## [Activity]
Give the data again exactly as it appears.
----------------
// table makes rows at round times (about a dozen) and at each event.
func (r *NetworkRun) table() []NetSample {
	end := r.endS
	var rows []NetSample
	dt := roundInterval(end)
	type at struct {
		t     float64
		label string
	}
	var times []at
	for k := 0; dt > 0 && float64(k)*dt < end*(1-1e-9) && k < 100; k++ {
		times = append(times, at{float64(k) * dt, ""})
	}
	for _, ev := range r.events {
		if ev.Kind != NetEnds && ev.TimeS <= end && ev.TimeS > 0 {
			times = append(times, at{ev.TimeS, ev.Kind.String() + nameSuffix(ev.Name)})
		}
	}
	sort.SliceStable(times, func(a, b int) bool { return times[a].t < times[b].t })
	for i, x := range times {
		if i > 0 && x.t-times[i-1].t < 0.5 {
			continue // one row for moments within half a second
		}
		y, _, _ := r.stateAt(x.t)
		if x.t <= 0 && len(r.recs) > 0 {
			y = r.recs[0].y0
		}
		s := r.sample(x.t, r.eval(y), y)
		s.Event = x.label
		rows = append(rows, s)
	}
	fin := r.sample(end, r.evals[len(r.evals)-1], r.st.y)
	if r.endNoEq != nil {
		fin.Position, fin.NoEq = nil, r.endNoEq
	}
	fin.Event = NetEnds.String() + " " + r.end.String()
	return append(rows, fin)
}

// stage solves the state when the water in the ship had risen by the
// fraction f of its rise over the run.
func (r *NetworkRun) stage(f, start, final float64) NetStage {
	target := start + f*(final-start)
	st := NetStage{Fraction: f, WaterM3: f * (final - start)}
	n := len(r.nodes)
	for _, rec := range r.recs {
		s0, s1 := sum(rec.y0[:n]), sum(rec.y1[:n])
		if !(s0 < target && s1 >= target) {
			continue
		}
		th := r.bisect(rec, func(th float64) bool { return sum(rec.state(th)[:n]) >= target })
		e := r.eval(rec.state(th))
		st.TimeS, st.Reached = rec.t0+th*(rec.t1-rec.t0), true
		st.Position, st.NoEq = e.result()
		return st
	}
	if f == 1 {
		e := r.evals[len(r.evals)-1]
		st.TimeS, st.Reached = r.endS, true
		st.Position, st.NoEq = e.result()
	}
	return st
}

// RunNetwork runs case c to its end and returns the report.
func RunNetwork(c NetworkCase, progress func(FloodProgress)) (NetworkReport, error) {
	r, err := NewNetworkRun(c)
	if err != nil {
		return NetworkReport{}, err
	}
	for r.Step() {
		if progress != nil {
			progress(r.Progress())
		}
	}
	return r.Report(), nil
}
----------------
## [Output below]
// table makes rows at round times (about a dozen) and at each event.
func (r *NetworkRun) table() []NetSample {
	end := r.endS
	var rows []NetSample
	dt := roundInterval(end)
	type at struct {
		t     float64
		label string
	}
	var times []at
	for k := 0; dt > 0 && float64(k)*dt < end*(1-1e-9) && k < 100; k++ {
		times = append(times, at{float64(k) * dt, ""})
	}
	for _, ev := range r.events {
		if ev.Kind != NetEnds && ev.TimeS <= end && ev.TimeS > 0 {
			times = append(times, at{ev.TimeS, ev.Kind.String() + nameSuffix(ev.Name)})
		}
	}
	sort.SliceStable(times, func(a, b int) bool { return times[a].t < times[b].t })
	for i, x := range times {
		if i > 0 && x.t-times[i-1].t < 0.5 {
			continue // one row for moments within half a second
		}
		y, _, _ := r.stateAt(x.t)
		if x.t <= 0 && len(r.recs) > 0 {
			y = r.recs[0].y0
		}
		s := r.sample(x.t, r.eval(y), y)
		s.Event = x.label
		rows = append(rows, s)
	}
	fin := r.sample(end, r.evals[len(r.evals)-1], r.st.y)
	if r.endNoEq != nil {
		fin.Position, fin.NoEq = nil, r.endNoEq
	}
	fin.Event = NetEnds.String() + " " + r.end.String()
	return append(rows, fin)
}

// stage solves the state when the water in the ship had risen by the
// fraction f of its rise over the run.
func (r *NetworkRun) stage(f, start, final float64) NetStage {
	target := start + f*(final-start)
	st := NetStage{Fraction: f, WaterM3: f * (final - start)}
	n := len(r.nodes)
	for _, rec := range r.recs {
		s0, s1 := sum(rec.y0[:n]), sum(rec.y1[:n])
		if !(s0 < target && s1 >= target) {
			continue
		}
		th := r.bisect(rec, func(th float64) bool { return sum(rec.state(th)[:n]) >= target })
		e := r.eval(rec.state(th))
		st.TimeS, st.Reached = rec.t0+th*(rec.t1-rec.t0), true
		st.Position, st.NoEq = e.result()
		return st
	}
	if f == 1 {
		e := r.evals[len(r.evals)-1]
		st.TimeS, st.Reached = r.endS, true
		st.Position, st.NoEq = e.result()
	}
	return st
}

// RunNetwork runs case c to its end and returns the report.
func RunNetwork(c NetworkCase, progress func(FloodProgress)) (NetworkReport, error) {
	r, err := NewNetworkRun(c)
	if err != nil {
		return NetworkReport{}, err
	}
	for r.Step() {
		if progress != nil {
			progress(r.Progress())
		}
	}
	return r.Report(), nil
}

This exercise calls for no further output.